Archaeological evidence of bells dates back to more than 5000 years ago, from the 3rd millennium BC in Neolithic China. During this era, there is evidence of early forms of pottery cowbells, which were likely used to track goats, sheep, and cattle. The pottery bells were later replaced by metal bells. In West Asia, the first bells appeared in 1000 BC. The earliest metal bells, one found in the Taosi site, and four in the Erlitou site, are dated to about 2000 BC.

Bells for shepherding were expanded from the Fertile Crescent to Celtic, Carthaginian, Greek and Roman cultures. The earliest depictions of bells used for livestock in Britain appear on Pictish carved stones of the 7th to 9th centuries AD at Eassie, Angus and Fowlis Wester, Perthshire. Small iron bells of 8th or 9th century date, argued to be for cow or sheep, have been excavated from upland farm settlements at Crummack Dale and Gauber High Pasture in the Yorkshire Dales. An early depiction of a bellwether, the leading sheep of a flock, on whose neck a bell is hung, is in the Carolingian Stuttgart Psalter of the ninth century.

In Europe, the earliest written evidence of bells used for livestock dates to the late 14th to early 15th century. Grimm's Deutsches Wörterbuch s.v. "Kuhschelle" points to a 1410 mention in a Frankfurt archive; the OED lists 1440 as the earliest attestation of a 'bell-wether'. The OED also attributes the phrase "to bear the bell" in the sense "to take the first place" as originally referring to the leading cow or sheep of a drove or flock to Chaucer's Troilus and Criseyde, 1374. In 15th-century Germany, a cow bell was worn only by the best and leading piece of livestock. The wider distribution of the bell worn by livestock was a gradual process of the Early Modern period. In France in the mid-16th century, Francois Rabelais makes this practice explicit in his Gargantua and Pantagruel, stating that

such was the custom, to appear on the field wearing jingling garment, as the high priest wears when entering the sacristy; since the tournaments, that is, the contest of nobility, have been abolished, carters have taken the bells and hung them on their hacks.
— cited after Grimm, s.v. "Schelle"

The importance of the cow bell is highlighted in Swiss folklore, which reflects a period when a great Trychel, or large cow bell, was a rare and much-coveted item. The legend of the Simmental tells how a young cowherd strays inside a mountain, and is offered by a beautiful woman the choice between a treasure of gold coins, a golden Trychel, or the fairy herself. He chooses the Trychel.
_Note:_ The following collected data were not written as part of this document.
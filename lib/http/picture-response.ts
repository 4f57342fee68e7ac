import { createHash } from 'node:crypto'

interface Picture {
  bytes: Uint8Array<ArrayBuffer>
  tag: string
}

const mostPictures = 400

// the latest used last; a picture that is being drawn is there already, so that nobody draws it twice
const pictures = new Map<string, Promise<Picture>>()

function pictureOf(key: string, draw: () => Promise<Uint8Array>): Promise<Picture> {
  const picture = pictures.get(key) ?? draw().then(withTag)
  pictures.delete(key)
  pictures.set(key, picture)
  picture.catch(() => pictures.delete(key))
  if (pictures.size > mostPictures) pictures.delete(pictures.keys().next().value as string)
  return picture
}

const withTag = (drawn: Uint8Array): Picture => ({
  bytes: Uint8Array.from(drawn),
  tag: `"${createHash('sha256').update(drawn).digest('base64url').slice(0, 22)}"`,
})

/**
 * A PNG drawn once for a key that names everything it shows. The browser may keep it but asks each time: whether it may
 * still see it has been settled before this.
 */
export async function pictureResponse(
  request: Request,
  key: string,
  draw: () => Promise<Uint8Array>,
): Promise<Response> {
  const { bytes, tag } = await pictureOf(key, draw)
  const headers = { etag: tag, 'cache-control': 'private, no-cache' }
  if (request.headers.get('if-none-match') === tag) return new Response(null, { status: 304, headers })
  return new Response(bytes, { headers: { ...headers, 'content-type': 'image/png' } })
}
As opposed to regular cast-metal bells, 'trychlen' are made of hammered sheet metal. This results in a clanking, less crisp sound, but at the same time results in a bell that is lighter and thus easier to carry.

Modern-day manufacturing of cow bells continues today in Korea, Indonesia, and India, many created as village handicrafts. Despite a May 2012 fire that destroyed its factory, the Bevin Brothers Manufacturing Company continues to make cow bells in East Hampton, CT, as it has since its founding in 1832; it is the only remaining U.S. company making just bells.
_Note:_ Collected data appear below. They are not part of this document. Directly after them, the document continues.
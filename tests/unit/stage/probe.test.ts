import { describe, expect, it } from 'vitest'
import { createPace } from '@/scene/stage/pace'
import { chooseRenderer } from '@/scene/stage/probe'

describe('chooseRenderer(asked, gpu)', () => {
  it.each([
    'ANGLE (Google, Vulkan 1.3.0 (SwiftShader Device (Subzero)), SwiftShader driver)',
    'llvmpipe (LLVM 15.0.6, 256 bits)',
    'softpipe',
    'Software Rasterizer',
    'ANGLE (Microsoft, Microsoft Basic Render Driver Direct3D11 vs_5_0 ps_5_0)',
  ])('auto takes the canvas where WebGL is drawn by software: %s', (gpu) => {
    expect(chooseRenderer('auto', gpu)).toMatchObject({
      kind: 'canvas',
      reason: expect.stringMatching(/^Drawn without 3D graphics: /),
    })
  })

  it.each(['ANGLE (Intel, Mesa Intel(R) UHD Graphics 620, OpenGL 4.6)', 'Apple GPU', ''])(
    'auto takes WebGL from a graphics processor, also where its name is kept secret: "%s"',
    (gpu) => {
      expect(chooseRenderer('auto', gpu).kind).toBe('webgl')
    },
  )

  it('without WebGL every wish ends at the canvas, in a sentence that says so', () => {
    for (const asked of ['auto', 'webgl', 'canvas'] as const)
      expect(chooseRenderer(asked, null)).toMatchObject({
        kind: 'canvas',
        reason: expect.stringMatching(/^Drawn without 3D graphics: .*\.$/),
      })
  })

  it('a stated wish beats the name', () => {
    expect(chooseRenderer('webgl', 'SwiftShader').kind).toBe('webgl')
    expect(chooseRenderer('canvas', 'Apple GPU').kind).toBe('canvas')
  })
})

describe('createPace().add(seconds)', () => {
  const run = (seconds: number[]) => {
    const pace = createPace()
    return seconds.map((each) => pace.add(each))
  }

  it('a second of 60 ms frames is poor', () => {
    expect(run(Array(17).fill(0.06)).at(-1)).toBe(true)
  })

  it('a second of 40 ms frames is not, nor one with a few long ones', () => {
    expect(run(Array(30).fill(0.04))).not.toContain(true)
    expect(run([0.3, 0.3, ...Array(30).fill(0.016)])).not.toContain(true)
  })

  it('less than a second says nothing', () => {
    expect(run(Array(10).fill(0.09))).not.toContain(true)
  })
})
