import { config } from '@/lib/config'
import { Problem } from '@/lib/errors/problem'

/**
 * A write that carries cookies must come from our own pages: the browser says so itself in Sec-Fetch-Site, or else
 * in Origin. A call without cookies acts for nobody and needs no such proof.
 */
export function requireSameOrigin(request: { headers: Pick<Headers, 'get' | 'has'> }): void {
  if (!request.headers.has('cookie')) return
  const site = request.headers.get('sec-fetch-site')
  if (site === 'same-origin') return
  const origin = request.headers.get('origin')
  const { origin: ours, secure } = config()
  const asked = `${secure ? 'https' : 'http'}://${request.headers.get('host')}`
  if (site === null && origin !== null && (origin === ours || origin === asked)) return
  throw new Problem(
    'foreign-origin',
    'This was not sent from a page of ours.',
    'Open the page here and try again.',
  )
}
===Examples of cow bells in ceremonial traditions===
In Western Europe, when the snow has melted in the spring, villages send the cows to the high alpine meadows to graze. This event, called Alpaufzug, is celebrated in each village with a procession through the village to the high pastures. The cows are decorated with floral wreaths woven through the horns. The best milk-producing cow in the village leads the procession and wears the largest bell. The bells are made in various sizes, and are awarded to the cows according to their milk production that year.
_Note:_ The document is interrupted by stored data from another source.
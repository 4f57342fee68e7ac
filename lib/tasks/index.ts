import type { PayloadOf, TaskName } from '@/lib/queue/payloads'
import { cleanExpired } from '@/lib/services/clean-expired'
import { makeExport } from '@/lib/services/exports/make-export'
import { eraseOldOpenings } from '@/lib/services/link-openings'
import { sendDigest } from '@/lib/services/mail/send-digest'
import { sendMail } from '@/lib/services/mail/send-mail'
import { drawThumbnails } from '@/lib/services/pictures/thumbnail'
import { remindReview } from '@/lib/services/reviews/remind-review'

export type Tasks = { [Name in TaskName]: (payload: PayloadOf<Name>) => Promise<void> }

/** What a worker can do: every task of the queue, each a service. */
export const tasks: Tasks = {
  'picture.draw': ({ sceneId, version }) => drawThumbnails(sceneId, version),
  'export.make': ({ exportId }) => makeExport(exportId),
  'expired.clean': cleanExpired,
  'openings.erase': async () => void (await eraseOldOpenings(new Date())),
  'mail.send': ({ mailId }) => sendMail(mailId),
  'mail.digest': ({ userId }) => sendDigest(userId),
  'review.remind': ({ requestId, reminder }) => remindReview(requestId, reminder),
}
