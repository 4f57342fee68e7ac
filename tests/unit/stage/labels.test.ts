// @vitest-environment happy-dom
import { describe, expect, it } from 'vitest'
import { createLabels } from '@/scene/stage/labels'

const sheet = { width: 800, height: 600, legend: { width: 0, height: 0 } }

describe('createLabels(layer)', () => {
  it('keeps words out of sight until a picture says where they stand', () => {
    const layer = document.createElement('div')
    const labels = createLabels(layer)
    const shown = () => [...layer.children].filter((word) => !(word as HTMLElement).hidden)
    labels.set([
      { text: 'free end', kind: 'plain' },
      { text: 'throw 1', kind: 'plain' },
    ])
    expect(layer.children).toHaveLength(2)
    expect(shown()).toEqual([])
    labels.begin(sheet)
    labels.put(1, 400, 300)
    labels.end()
    expect(shown().map(({ textContent }) => textContent)).toEqual(['throw 1'])
  })
})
In the fall, the event is repeated, but is called an "Alpabzug", as the animals return from the high meadow. The best cows (each referred to as a 'Kranzkuh', "crown[ed] cow", after the ornamental headwear with which it is adorned) from each herd again lead the procession. The traditional festival is called Viehscheid in Southern Germany, and has other names in the Alpine regions.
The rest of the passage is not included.